As Joe said there was a firm agreement for DRI to acquire BG. Terms had been negotiated and the deal had been announced by both companies.  The only significant remaining contingency was financing.  

Before the deal could be closed the credit markets crashed.  BG and DRi negotiated an extension of time for DRI to arrange financing, but during that time the credit market implosion actually became more pronounced.  

Meanwhile, the expiration came and passed. so now there is no longer any deal.

Should the financing situation improve, I expect the deal to be resurrected.


----------



## csalter2 (May 3, 2009)

JoeMid said:


> Please know that that Carlito's explanation is not based in fact and Steve's explanation is as close to the truth as we'll ever know.  VI has terrifically expensive maintenance fees, a reason that they sell so slow.
> 
> If you'd taken it with a grain of salt before the crash it was close to being true, DRI had a tentative offer to buy BG at something like $16 per share.  Take a look at what BG shares are today.  it didn't happen.



JoeMid,

I try not to state anything that I don't know to be fact and try to qualify what I think to be an opinion. It is a fact that Pono Kai is an affiliate of DRI. It is a fact that DRI Club members can make reservations to stay there. It is a fact that if you buy points on Ebay from someone you will be charged around $3000  (I believe the exact asking price is $2995) to join the Club in order to bring them into the Club to use them. It is a fact that the purchasing points from DRI is expensive. It is a fact that you do need a lot of points to go places during peek times and 10000 points can get you into most places in the DRI Club. 

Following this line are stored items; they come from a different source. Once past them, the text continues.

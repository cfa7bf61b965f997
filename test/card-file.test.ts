/**
 * Card files: a card or card set written atomically and read back validated;
 * an existing file is never replaced without `replace` (nor the target of a
 * link); errors name the file. Cards are invented for the test.
 */
import { mkdtempSync, readFileSync, rmSync, symlinkSync, writeFileSync } from "node:fs";
import { tmpdir } from "node:os";
import { join } from "node:path";
import { afterAll, describe, expect, it } from "vitest";
import { readCardFile, writeCardFile } from "../lib/device/card-file.js";
import type { CardSet } from "../lib/device/card-set.js";
import type { DeviceCard } from "../lib/device/card.js";
import { InputError, PinchoffError } from "../lib/errors.js";
import type { Meters } from "../lib/quantity.js";

const dir = mkdtempSync(join(tmpdir(), "pinchoff-card-file-"));
afterAll(() => rmSync(dir, { recursive: true, force: true }));
const card = { name: "invented-n", polarity: "nmos", model: "ekv", kp: 150e-6, vt0: 0.6, gamma: 0.45, phi: 0.7, theta: 0.2 } as unknown as DeviceCard;

describe("card files", () => {
  it("round-trips a card and a card set", () => {
    const p = join(dir, "sub", "card.json");
    expect(writeCardFile(p, card)).toBe(p);
    expect(readCardFile(p)).toEqual(card);
    const set: CardSet = { kind: "card-set", name: "invented-set", polarity: "nmos", entries: [{ l: 1e-6 as Meters, card }, { l: 0.5e-6 as Meters, card: { ...card, vt0: 0.55 as never } }] };
    const q = join(dir, "set.json");
    writeCardFile(q, set);
    const back = readCardFile(q) as CardSet;
    expect(back.kind).toBe("card-set");
    expect(back.entries.map((e) => e.l)).toEqual([0.5e-6, 1e-6]);
  });

  it("never replaces an existing file or a link's target without replace; new-name writes beside it", () => {
    const p = join(dir, "mine.json");
    writeFileSync(p, "my notes");
    expect(() => writeCardFile(p, card)).toThrow(PinchoffError);
    expect(readFileSync(p, "utf8")).toBe("my notes");
    const next = writeCardFile(p, card, { ifExists: "new-name" });
    expect(next).toBe(join(dir, "mine-2.json"));
    expect(readFileSync(p, "utf8")).toBe("my notes");
    expect(writeCardFile(p, card, { ifExists: "new-name" })).toBe(join(dir, "mine-3.json"));
    const target = join(dir, "target.txt");
    writeFileSync(target, "keep");
    const link = join(dir, "link.json");
    symlinkSync(target, link);
    expect(() => writeCardFile(link, card)).toThrow(PinchoffError);
    expect(writeCardFile(link, card, { ifExists: "new-name" })).toBe(join(dir, "link-2.json"));
    expect(readFileSync(target, "utf8")).toBe("keep");
    writeCardFile(p, card, { replace: true });
    expect(readCardFile(p)).toEqual(card);
  });

  it("refuses a bad card before writing and names the file when reading a bad one", () => {
    const p = join(dir, "bad.json");
    expect(() => writeCardFile(p, { ...card, kp: -1 } as never)).toThrow(/kp/);
    expect(() => readCardFile(p)).toThrow(/cannot read the card file \(ENOENT\)/);
    writeFileSync(p, "{ not json");
    expect(() => readCardFile(p)).toThrow(InputError);
    writeFileSync(p, JSON.stringify({ ...card, vt0: "high" }));
    expect(() => readCardFile(p)).toThrow(new RegExp(`${p.replace(/[.*+?^${}()|[\]\\/]/g, "\\$&")}.*vt0`));
  });
});
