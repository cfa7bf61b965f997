// pinchoff notebook: the command line it builds (no server or browser is started), the folder it serves.
import { afterAll, beforeAll, describe, expect, it } from "vitest";
import { mkdirSync, mkdtempSync, realpathSync, rmSync, symlinkSync } from "node:fs";
import { tmpdir } from "node:os";
import { join } from "node:path";
import { PinchoffError } from "../lib/errors.js";
import { main, notebookLaunch } from "../lib/cli/notebook.js";
import { templatesDir } from "../lib/runner/paths.js";

let work: string;
beforeAll(() => {
  work = realpathSync(mkdtempSync(join(tmpdir(), "pinchoff-nb-")));
});
afterAll(() => rmSync(work, { recursive: true, force: true }));

describe("pinchoff notebook", () => {
  it("serves the folder given, local only, on the port given", () => {
    const l = notebookLaunch({ jupyter: "/usr/bin/jupyter", folder: work, port: 8890, root: false });
    expect(l).toEqual({ command: "/usr/bin/jupyter", args: ["notebook", "--ip=127.0.0.1", "--port=8890", `--notebook-dir=${work}`], folder: work });
  });

  it("passes --allow-root exactly when the user is root", () => {
    expect(notebookLaunch({ jupyter: "j", folder: work, port: 8888, root: true }).args).toContain("--allow-root");
    expect(notebookLaunch({ jupyter: "j", folder: work, port: 8888, root: false }).args).not.toContain("--allow-root");
  });

  it("never serves the shipped templates: not the folder, not a folder inside it, not through a link", () => {
    const sub = join(work, "fake-templates");
    mkdirSync(join(sub, "inner"), { recursive: true });
    const link = join(work, "link-to-templates");
    symlinkSync(sub, link);
    for (const folder of [sub, join(sub, "inner"), link]) {
      expect(() => notebookLaunch({ jupyter: "j", folder, port: 8888, root: false, templates: sub })).toThrow(/shipped templates folder/);
    }
    expect(() => notebookLaunch({ jupyter: "j", folder: templatesDir, port: 8888, root: false })).toThrow(PinchoffError);
    // A folder beside the templates whose name starts the same is not inside them.
    mkdirSync(`${sub}-mine`);
    expect(notebookLaunch({ jupyter: "j", folder: `${sub}-mine`, port: 8888, root: false, templates: sub }).folder).toBe(`${sub}-mine`);
  });

  it("refuses a folder that does not exist", () => {
    expect(() => notebookLaunch({ jupyter: "j", folder: join(work, "nowhere"), port: 8888, root: false })).toThrow(/an existing folder/);
  });

  it("the command refuses the templates folder before starting anything", async () => {
    await expect(main([templatesDir])).rejects.toThrow(/shipped templates folder/);
  });
});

If there is something speculative please let me know because I don't want to lead anyone in the wrong direction.


----------



## T_R_Oglodyte (May 3, 2009)

csalter2 said:


> If there is something speculative please let me know because I don't want to lead anyone in the wrong direction.





csalter2 said:


> If you bought points on Ebay you would only be able to use them for Pono Kai unless you bought into the Club which DRI allows you to join for around $3000.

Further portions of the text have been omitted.